第3節-E

 目を開くと部屋の中は暗く、青い光が充満していた。時計を見るとまだ午後四時だと言うのにどうしてこれだけ暗いのか、そう思いながらカーテンを開くと、空を厚い雲が覆っていた。そして部屋の隅のゴミ箱には、茜の電車事故が一面記事になっている新聞が丸めて捨ててある。これを見た時、あの後西野がもう一度過去を書き換えたのだという事を否応無く思い知らされた。
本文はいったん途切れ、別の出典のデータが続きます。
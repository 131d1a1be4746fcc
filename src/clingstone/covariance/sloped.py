"""Random slopes: levels that nest one another, each with an intercept and the slopes that vary there."""

from __future__ import annotations

from collections.abc import Sequence
from dataclasses import dataclass, field
from itertools import pairwise

import numpy as np
import numpy.typing as npt

from clingstone.covariance.base import Pieces
from clingstone.covariance.bundles import Bundle, SlopePiece
from clingstone.covariance.pieces import GroupPiece, Piece
from clingstone.design.design import Design
from clingstone.design.response import Response
from clingstone.maths import newton, reml, slopes
from clingstone.maths.basis import Gram
from clingstone.maths.once import Array, kept, once
from clingstone.maths.partition import Partition
from clingstone.maths.search import Optimum, slack

ONE_START = 5000  # groups from which the search starts once, where one over some of them ended
SOME = 1000  # how many these are, or a few more


@dataclass(frozen=True, eq=False)
class Sloped(Pieces):
    """Bundles at levels that nest one another, finest first; rows beyond them are independent."""

    levels: tuple[Bundle, ...] = field(default=())

    @property
    @once
    def _functions(self) -> tuple[tuple[str, ...], tuple[tuple[int, ...], ...]]:
        """Distinct functions over all levels, and which of them each level uses."""
        names: list[str] = []
        at = []
        for bundle in self.levels:
            own = [_function(piece) for piece in bundle.pieces]
            names += [name for name in own if name not in names]
            at.append(tuple(names.index(name) for name in own))
        return tuple(names), tuple(at)

    @property
    @once
    def _columns(self) -> Array:
        """(n, r) the distinct functions, on the scale of the basis."""
        names, _ = self._functions
        by_name = {
            _function(piece): u
            for bundle in self.levels
            for piece, u in zip(bundle.pieces, bundle.columns.T, strict=True)
        }
        return np.column_stack([by_name[name] for name in names])

    def _block(self, response: Response) -> slopes.Block:
        """What each cell of the finest level amounts to."""
        part, U, key = self.levels[0].part, self._columns, ("functions", *self._functions[0])
        r = U.shape[1]

        def sums(block: Array) -> Array:
            """(r, k, G) of Z'(u ∘ block) for every function u, no copy of the block being made."""
            return np.stack([_turned(part, u, block) for u in U.T])

        def of_design() -> tuple[Array, Array]:
            return sums(U).reshape(r, r, part.count), sums(self.design.Q)

        def of_response() -> Array:
            return sums(response.residual)

        UU, UQ = kept(self.design, (*key, part.key), of_design)
        return slopes.Block(UU, UQ, kept(response, (*key, part.key), of_response))

    @property
    @once
    def _up(self) -> tuple[Partition, ...]:
        parts = [bundle.part for bundle in self.levels]
        return tuple(
            Partition(f"{low.key}>{high.key}", low.parent(high), high.labels) for low, high in pairwise(parts)
        )

    def gram(self, theta: Array, response: Response) -> Gram:
        theta = np.asarray(theta, dtype=float)
        return self._gram([bundle.L(self.joined(bundle, theta)) for bundle in self.levels], response)

    def _gram(self, factors: Sequence[Array], response: Response) -> Gram:
        gram, block = reml.independent(self.design.p, response.ss), self._block(response)
        for step, (L, at) in enumerate(zip(factors, self._functions[1], strict=True)):
            gram = slopes.lower(gram, block, L, at)
            if step < len(self._up):
                block = block.shrunk(L, at).lifted(self._up[step])
        return gram

    def whiten(self, theta: Array, block: Array) -> Array:
        """A square root of V⁻¹ applied to (n, k) rows on the scale of the basis, level by level."""
        U, out = self._columns.copy(), np.array(block, dtype=float)
        for bundle, at in zip(self.levels, self._functions[1], strict=True):
            L = bundle.L(self.joined(bundle, theta))
            both = slopes.whiten(bundle.part, U[:, list(at)] @ L, np.hstack([U, out]))
            U, out = both[:, : U.shape[1]], both[:, U.shape[1] :]
        return out

    # ---- the optimum, in the entries of L -------------------------------------------------------------

    def minimum(self, response: Response, m: int, warm: Optimum | None) -> Optimum | None:
        """Quasi-Newton steps in the entries of every L, where a zero variance is no wall.

        The gradient is exact for one level, by differences for several.
        """
        one = self._exact if len(self.levels) == 1 else self._differenced
        f = one(response.column(0), m)
        unit, diagonal = self._units(response)
        # One start is enough where many cells make the criterion all but quadratic.
        many = self.levels[0].part.count > ONE_START
        starts = [np.where(diagonal, size * unit, 0.0) for size in ((1.0,) if many else (1.0, 0.2))]
        if warm is not None:
            starts = [self._entries(warm.start)]
        elif many and len(self.levels) == 1:
            starts = [newton.descend(self._some(response.column(0)), starts[0], unit).x]
        runs = [newton.descend(f, start, unit) for start in starts]
        best = min(runs, key=lambda run: run.value)
        agree = sum(run.value <= best.value + 1e-3 for run in runs)
        note = f"{sum(r.calls for r in runs)} evaluations, {agree} of {len(runs)} starts reached the optimum"
        reached = self._theta(best.x)
        value, theta, bound = self._settle(reached, response, m)
        return Optimum(theta, value, bound, best.converged, (note,), np.eye(len(theta)), reached)

    @property
    @once
    def _places(self) -> tuple[tuple[npt.NDArray[np.intp], npt.NDArray[np.intp]], ...]:
        """Rows and columns of the free entries of each level's L."""
        found = (np.nonzero(b.free | np.eye(b.q, dtype=bool)) for b in self.levels)
        return tuple((rows, columns) for rows, columns in found)

    def _factors(self, entries: Array) -> list[Array]:
        """L of every level from the free entries of all."""
        out, start = [], 0
        for bundle, place in zip(self.levels, self._places, strict=True):
            L = np.zeros((bundle.q, bundle.q))
            L[place] = entries[start : start + len(place[0])]
            out.append(L)
            start += len(place[0])
        return out

    def _entries(self, theta: Array) -> Array:
        pairs = zip(self.levels, self._places, strict=True)
        return np.concatenate([b.L(self.joined(b, theta))[place] for b, place in pairs])

    def _theta(self, entries: Array) -> Array:
        """Working parameters, in the order of the pieces."""
        out = np.empty(len(self.parameters))
        for bundle, L in zip(self.levels, self._factors(entries), strict=True):
            own, start = bundle.theta(L), 0
            for piece in bundle.pieces:
                where = self.slices[piece.key]
                out[where] = own[start : start + where.stop - where.start]
                start += where.stop - where.start
        return out

    def _units(self, response: Response) -> tuple[Array, npt.NDArray[np.bool_]]:
        """The size of each entry that its mean cell can show, and which entries are on a diagonal."""
        units, diagonals = [], []
        UU = self._block(response).UU
        rows = UU.sum(axis=2)
        for bundle, at, place in zip(self.levels, self._functions[1], self._places, strict=True):
            mean = np.array([rows[i, i] for i in at]) / bundle.part.count
            units.append(1 / np.sqrt(mean[place[0]]))
            diagonals.append(place[0] == place[1])
        return np.concatenate(units), np.concatenate(diagonals)

    def _exact(self, column: Response, m: int) -> newton.Function:
        block, base = self._block(column), reml.independent(self.design.p, column.ss)

        def f(entries: Array) -> tuple[float, Array]:
            value, slope = slopes.criterion(base, block, self._factors(entries)[0], m)
            return value, slope[self._places[0]]

        return f

    def _some(self, column: Response) -> newton.Function:
        """The criterion of some cells alone, whose minimum lies near that of all."""
        part, block = self.levels[0].part, self._block(column)
        every = part.count // SOME
        rows = np.flatnonzero(part.codes % every == 0)
        Q, e = self.design.Q[rows], column.residual[rows]
        size, turn = np.linalg.eigh(Q.T @ Q)
        turn = turn[:, size > 1e-8 * size[-1]]  # of columns that vary over other cells alone nothing is left
        Q = Q @ turn
        base = Gram(Q.T @ Q, Q.T @ e, np.einsum("ij,ij->j", e, e), 0.0)
        UQ = np.einsum("qpg,pk->qkg", block.UQ[..., ::every], turn)
        few = slopes.Block(block.UU[..., ::every], UQ, block.UE[..., ::every])

        def f(entries: Array) -> tuple[float, Array]:
            value, slope = slopes.criterion(base, few, self._factors(entries)[0], len(rows) - turn.shape[1])
            return value, slope[self._places[0]]

        return f

    def _differenced(self, column: Response, m: int) -> newton.Function:
        def value(entries: Array) -> float:
            return float(reml.criterion(self._gram(self._factors(entries), column), m)[0])

        unit, _ = self._units(column)

        def f(entries: Array) -> tuple[float, Array]:
            return value(entries), reml.gradient(lambda z: value(z * unit), entries / unit) / unit

        return f

    def _settle(self, theta: Array, response: Response, m: int) -> tuple[float, Array, newton.Flags]:
        """Components that are as good left out are; correlations at ±1 are at their bound."""

        def value(at: Array) -> float:
            return float(reml.criterion(self.gram(at, response.column(0)), m)[0])

        here = value(theta)
        bound = np.zeros(len(theta), dtype=bool)
        for piece in self.pieces:
            place = self.slices[piece.key].start
            first = piece.parameters[0]
            if theta[place] - first.low > 12:
                continue
            out = theta.copy()
            out[place] = first.low
            less = value(out)
            if less <= here + slack(here):
                theta, here, bound[place] = out, less, True
        for place, parameter in enumerate(self.parameters):
            bound[place] |= theta[place] >= parameter.high - 1e-4
            bound[place] |= not parameter.vanishes and theta[place] <= parameter.low + 1e-4
        for piece in self.pieces:
            # A correlation with what is not there has no value.
            for j, key in enumerate(piece.earlier if isinstance(piece, SlopePiece) else ()):
                bound[self.slices[piece.key].start + 1 + j] |= bound[self.slices[key].start]
        return here, theta, bound


def _function(piece: Piece) -> str:
    return f"{'apart ' if piece.apart else ''}{piece.x}" if isinstance(piece, SlopePiece) else ""


def _turned(part: Partition, u: Array, block: Array) -> Array:
    """(k, G) Z'(u ∘ block)."""
    from scipy import sparse

    n = part.n
    Z = sparse.csc_array((u, part.codes, np.arange(n + 1, dtype=np.int32)), shape=(part.count, n))
    return np.ascontiguousarray(np.asarray(Z @ block).T)


def sloped(design: Design, pieces: Sequence[Piece]) -> Sloped | None:
    """The algebra of intercepts and slopes of levels that nest, or None when they do not."""
    if not all(isinstance(piece, GroupPiece | SlopePiece) for piece in pieces):
        return None
    plain = Pieces(design, tuple(pieces))
    keys = dict.fromkeys(p.part.key for p in pieces if isinstance(p, GroupPiece | SlopePiece))
    bundles = sorted((plain.bundle(key) for key in keys), key=lambda b: -b.part.count)
    if any(high.part.relation(low.part) != "nests" for low, high in pairwise(bundles)):
        return None
    return Sloped(design, tuple(pieces), tuple(bundles))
 「なんでアイツは三度も死ななくちゃならなかったんだ?」


 茜は自覚していないが三度死んだ事になる。その事実に思い至った時、清田の口からは思わず乾いた笑いと共にこんな言葉が漏れてしまった。彼女は何も知らないままもう一度電車に轢かれて死んだのだ。そして口にはしなかったが、彼が過去になど干渉しなければこんなむごい事にならなかったのも分かっていた。ナイフで腹を刺された時、彼女はどれだけ痛かったか、無念だったか。それを思うだけで行き場の無い怒りが彼の脳から足のつま先までやってきて、やはり過去になど戻った自分が馬鹿だったと思わざるを得なかった。


 (清田……君……)


 そして新聞を見ていると、あの幻聴までまた聞こえてくるではないか。過去に戻ろうとこの幻聴はついてくるのか。そう思うと清田はイヤになって、また新聞を丸めてゴミ箱に叩き捨てた。彼はもうこの部屋にいたくなくなって、部屋を出ようと引き戸へ向かう。その下に出来た隙間からは細い光がやってきていた。自室の引き戸を開くと、その光が膨らんで暗闇に慣れていた目を眩ます。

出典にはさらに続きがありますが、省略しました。